An easy risotto, with the fresh, summery additions of zucchini and pesto
Prep Time 5 minutes
Cook Time 40 minutes
Total Time 45 minutes
Course Side Dish

Ingredients
  

  • 1.5 shallots (minced)
  • 1 large garlic clove (minced)
  • 2 Tbsps olive oil
  • 3/4 cup white wine
  • 4 cups turkey broth
  • 1.5 cups arborio rice
  • 1 medium zucchini (spiralized)
  • 1/2 cup parmesan cheese (shredded)
  • 2 Tbsps pesto
  • fresh basil (chopped, for garnish)

Instructions
 

  • Sauté the shallots and garlic in the olive oil until fragrant, but not yet brown. Add the rice, and stir constantly until the rice has started to become translucent, 1-2 minutes. Add the wine and stir continuously until the liquid has mostly been absorbed.

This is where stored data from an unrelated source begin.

// The setup sheet's API before it reaches the database: who may call it and how a bad request is
// answered (400 in the API's one error shape, naming each field). The answers that need the
// registry (404, the refusal above the rated pressure) are in tests/integration/setup-sheet.test.ts.
import { afterAll, beforeAll, describe, expect, it } from 'vitest';
import { setupSheetInput, SETUP_SHEET_SAMPLES } from '$lib/schemas/setup-sheet';
import { setupSheetApi } from './api';

const VALID = {
	testPlanId: 2,
	rigId: 2,
	projectileId: 2,
	launchHeightM: 1.2,
	aimHeightM: 1.2,
	temperatureC: 15,
	pressurePa: 101_325,
	relativeHumidity: 0.5
};

const savedUrl = process.env.DATABASE_URL;
beforeAll(() => {
	// Nothing here may reach the database: a query would fail loudly.
	process.env.DATABASE_URL = '';
});
afterAll(() => {
	process.env.DATABASE_URL = savedUrl;
});

function event(body: string, signedIn = true) {
	const url = new URL('http://127.0.0.1/api/v1/setup-sheet');
	const user = signedIn ? { id: 1, email: 'viewer@example.test', name: 'V', role: 'viewer' as const, unitPreferences: null } : null;
	return {
		url,
		params: {},
		route: { id: '/api/v1/setup-sheet' },
		request: new Request(url, { method: 'POST', body, headers: { 'content-type': 'application/json' } }),
		locals: { user, claimedUserId: user?.id ?? null, apiTokenId: null }
	} as unknown as Parameters<typeof setupSheetApi.create>[0];
}

describe('POST /api/v1/setup-sheet', () => {
	it('needs a signed-in caller (401, JSON)', async () => {
		const response = await setupSheetApi.create(event(JSON.stringify(VALID), false));
		expect(response.status).toBe(401);
		expect(await response.json()).toMatchObject({ message: expect.stringMatching(/Sign in/), issues: [] });
	});

	it('answers a body that is not JSON with 400', async () => {
		const response = await setupSheetApi.create(event('{not json'));
		expect(response.status).toBe(400);
		expect(await response.json()).toEqual({ message: 'The body is not valid JSON.', issues: [{ path: '', message: 'The body is not valid JSON.' }] });
	});

	it('names every missing or out-of-bounds field', async () => {
		const response = await setupSheetApi.create(
			event(JSON.stringify({ ...VALID, testPlanId: undefined, pressurePa: 20_000, relativeHumidity: 1.5, samples: 10 }))
		);
		expect(response.status).toBe(400);
		const body = await response.json();
		const paths = body.issues.map((i: { path: string }) => i.path).sort();
		expect(paths).toEqual(['pressurePa', 'relativeHumidity', 'samples', 'testPlanId']);
		expect(body.issues.find((i: { path: string }) => i.path === 'pressurePa').message).toBe('Barometric pressure must be at least 50000 Pa.');
		expect(body.message).toMatch(/testPlanId/);
	});
});

describe('setupSheetInput', () => {
	it('fills the defaults of a session (no wind, azimuth 0) and the Monte Carlo sample count', () => {
		const parsed = setupSheetInput.parse(VALID);
		expect(parsed).toMatchObject({ windXMps: 0, windZMps: 0, azimuthDeg: 0, samples: SETUP_SHEET_SAMPLES.default });
		expect(parsed.targetDistanceM).toBeUndefined();
	});

	it('drops a fill pressure or elevation sent with the request: the sheet solves for them itself', () => {
		const parsed = setupSheetInput.parse({ ...VALID, fillGaugePa: 9e5, elevationDeg: 3 });
		expect(parsed).not.toHaveProperty('fillGaugePa');
		expect(parsed).not.toHaveProperty('elevationDeg');
	});

	it('refuses ids that are not positive whole numbers', () => {
		const r = setupSheetInput.safeParse({ ...VALID, rigId: 0, projectileId: 1.5 });
		expect(r.success).toBe(false);
		expect(r.error?.issues.map((i) => i.path.join('.')).sort()).toEqual(['projectileId', 'rigId']);
	});
});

Add the broth 1/2 cup at a time, stirring regularly between each pour, and waiting until the liquid has been mostly absorbed between adds.
  • Once the rice has reached almost the desired consistency (~3 cups of broth), add the zucchini and stir gently into the risotto. Add the remaining broth in the same manner as the rest, until the desired consistency is reached, then remove from the heat and stir in the parmesan cheese.
  • Turn out into a serving platter, top with the basil and pesto, and serve.